I'm very new to embedded programming, and been doing lots of reading on the subject.  Much to my surprised, I've recently heardthat a С function call requires quite a few clocks to process, as C saves and restores all sorts of registers when compiling to assembly (I heard the number 70-100 thrown out in a video from circa 2012, so it may be dated or refer to an older compiler.

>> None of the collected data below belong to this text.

describe('the name must not claim another type than the content (security.md test 63; ASVS 5.0 5.2.2)', () => {
  it.each(ROUTES.slice(1).map((r) => [r.name, r] as const))('%s: a real PDF named .docx, .html or .exe is refused; .PDF and a name without a type are accepted', async (_n, route) => {
    const pdf = await makePdf(MARKER)
    await expectRefusedWithoutTrace(route, pdf, '<script>.docx', 415, /name ends in \.docx/)
    await expectRefusedWithoutTrace(route, pdf, 'form.html', 415, /name ends in \.html/)
    await expectRefusedWithoutTrace(route, pdf, '../../etc/passwd.exe', 415, /name ends in \.exe/)
    if (route.name === 'signed consent') return // one consent per participant: the accepted case is below
    expect((await send(route, pdf, 'SCAN.PDF')).status).toBe(201)
    expect((await send(route, pdf, 'Consent v1.2')).status).toBe(201)
  })
})

describe('hostile file names (security.md test 68; ASVS 5.0 5.3.2, 5.4.1)', () => {
  const NAMES = ['../../etc/passwd.pdf', '..\\..\\windows\\win.ini.pdf', 'a\r\nContent-Type: text/html\r\n.pdf', '<script>alert(1)</script>.pdf', 'résumé 📄 "quoted".pdf', `${'n'.repeat(300)}.pdf`]

  it.each(ROUTES.slice(1, 3).map((r) => [r.name, r] as const))('%s: the key is made by the server; the name is cleaned and sent back with filename*', async (_n, route) => {
    const table = route.name === 'consent form' ? 'consent_forms' : 'interview_guides'
    const folder = route.name === 'consent form' ? 'consent-forms' : 'interview-guides'
    for (const name of NAMES) {
      const res = await send(route, await makePdf('named'), name)
      if (res.status === 400) continue // refused at the multipart level: nothing to clean
      expect(res.status, `${name}: ${JSON.stringify(res.body).slice(0, 200)}`).toBe(201)
      const stored = res.body.file.name as string
      expect(stored, name).not.toMatch(/[\\/\u0000-\u001f\u007f]/)
      expect(stored.length, name).toBeLessThanOrEqual(200)
      expect(stored.length).toBeGreaterThan(0)
      expect(stored, `${name}: keeps its extension`).toMatch(/\.pdf$/)
      if (name.startsWith('résumé')) expect(stored).toBe(name) // UTF-8 names arrive intact (multer defParamCharset)
      const [row] = await ctx.dataSource.query(`SELECT file_key AS key, file_name AS name FROM ${table} WHERE id = $1`, [res.body.id])
      expect(row.key).toBe(`studies/${S()}/${folder}/${res.body.id}`)
      expect(row.name).toBe(stored)
      const download = await lead.get(`/api/studies/${S()}/${folder}/${res.body.id}/file`)
      expect(download.status).toBe(200)
      const disposition = String(download.headers['content-disposition'])
      expect(disposition).not.toMatch(/[\r\n]/)
      const match = disposition.match(/^attachment; filename="([^"]*)"; filename\*=UTF-8''(\S+)$/)
      expect(match, disposition).not.toBeNull()
      expect(match![1]).toMatch(/^[\x20-\x7e]*$/)
      expect(match![1]).not.toMatch(/["\\]/)
      expect(decodeURIComponent(match![2]!)).toBe(stored)
      expect(download.headers['content-type']).toBe('application/pdf')
      expect(download.headers['x-content-type-options']).toBe('nosniff')
      expect(download.headers['content-security-policy']).toMatch(/sandbox/)
    }
  })

  it('signed consent: the stored name is cleaned and its key made by the server', async () => {
    const res = await send(ROUTES[3]!, await makePdf('signed'), '../../etc/passwd\r\n<b>.pdf')
    if (res.status !== 400) {
      expect(res.status, JSON.stringify(res.body).slice(0, 200)).toBe(201)
      const [row] = await ctx.dataSource.query(`SELECT id, signed_file_key AS key, signed_file_name AS name FROM consent_records WHERE participant_id = $1`, [participantId])
      expect(row.key).toBe(`studies/${S()}/consents/${row.id}/signed-form`)
      expect(row.name).not.toMatch(/[\\/\u0000-\u001f\u007f]/)
      expect(row.name).toBe('passwd<b>.pdf')
    }
  })
})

My own playing with the simulator suggests it's more like 30-40).  I'm wondering how well optimization handles this.

 

I'm used to writing modular code - breaking things up as functions, for ease of use and maintainability.  But if that comes with this sort of overhead, it may not be worth it, especially on code that needs to run fast.  Doesn't much matter on a modern PC, but on an 8-bit micro (my "standard" micro right now is the ATMega328p running at 8MHz), especially one running some sort of time constrained loop, it can be critical.

 

So I wonder how well modern avr-gcc optimizes code.  For example, I often write functions like this:

 

void foo()
{
    initialize();
    .
    .
    .
    //do stuff
    .
    .
    .
    cleanUp();
}

void initialize()
{
    //do start up tasks
}

void cleanUp()
{
    //do clean up tasks
}

In an example like this, the initialize() and cleanUp() functions are only ever run from foo(), and only run once each.  There's no reason not to include that code in foo() itself, except that I like to keep things broken up this way for neatness.  More style than anything.

 

Is the compiler smart enough to optimize away the function calls and collapse it into one function?  Would marking them "inline" help?  Or should I just change my style around this?

 

Thanks.

  • 1
  • 2
  • 3
  • 4
  • 5
Total votes: 0

Declare your functions to be static.

"Experience is what enables you to recognise a mistake the second time you make it."

"Good judgement comes from experience.  Experience comes from bad judgement."

"Wisdom is always wont to arrive late, and to be a little approximate on first possession."

"When you hear hoofbeats, think horses, not unicorns."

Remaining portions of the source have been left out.